News

Jo Feb 4, 2025

Nowadays NdFeB magnets are widely used in many applications such as electric two-wheelers, air conditioners, hybrid and electric cars, MRI scanners, wind generators, HDD, acoustic transducers, magnetic separators, etc. Thus, the global demand for NdFeB magnets is expected to continuously increase in the near future.

However, the supply of rare earth elements including neodymium, praseodymium and dysprosium for NdFeB magnets does not meet this growing demand, so rare earth elements are regarded as critical elements. Despite their criticality, less than 1% of rare earths are being recycled from end-of-life rare earth permanent magnets. Moreover, during the manufacturing process of NdFeB magnets, approximately 20~30% of rare earth alloy are lost and stockpiled as industrial waste. Therefore, development of an efficient recycling process for separation and recovery of rare earths from end-of-life products and magnet waste is an important issue.

Rare earth double sulfate precipitation is a traditional method for separation of rare earths from non-rare earths, which has advantages such as simple operation, low reagent cost, easy filtration of rare earth precipitates, high recovery of rare earths, etc. However, recovery of rare earths from NdFeB magnet waste by the rare earth double sulfate precipitation has not been reported.

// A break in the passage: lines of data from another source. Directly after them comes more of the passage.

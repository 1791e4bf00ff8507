import { describe, expect, it } from 'vitest';
import type { Finding } from '@/hazard';
import type { Base, Edits } from './ruleTable';
import { assessBase } from './ruleTable';

/** `severity /path`, and what the words are filled with: no more and no less. */
export type Said = [finding: string, params: Finding['params']];
export type SaidRow = [code: string, title: string, base: Base, edits: Edits, said: Said[]];

/** One test for each row: what the findings of one code carry for their words. */
export function describeSaid(of: string, rows: SaidRow[]): void {
  describe(`what a finding says of ${of}`, () => {
    it.each(rows)('%s: %s', (code, _title, base, edits, said) => {
      const findings = assessBase(base, edits).findings.filter((finding) => finding.code === code);
      expect(
        findings.map(({ severity, path, params }) => [`${severity} ${path}`, params]),
      ).toStrictEqual(said);
    });
  });
}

Kim Sok Chol, a section head at the Faculty of Chemical Engineering, has succeeded in applying the rare earth double sulfate precipitation to the separation and recovery of rare earths from the solution obtained by leaching NdFeB magnet waste with sulfuric acid on a laboratory scale. He has also conducted a pilot plant test in order to investigate and optimize the various steps of the whole process for its application on an industrial scale.

The process includes leaching of NdFeB magnet waste by sulfuric acid, precipitation of rare earths in the form of double sulfate by sodium chloride, and conversion of rare earth double sulfates into hydroxides.

The yields of neodymium and dysprosium in the whole process were 92.3% and 90.8%, respectively. In the final rare earth hydroxides, the total rare earth oxides (TREO) content was 79.8%, where the contents of neodymium and dysprosium were 94.2% and 5.8%, respectively.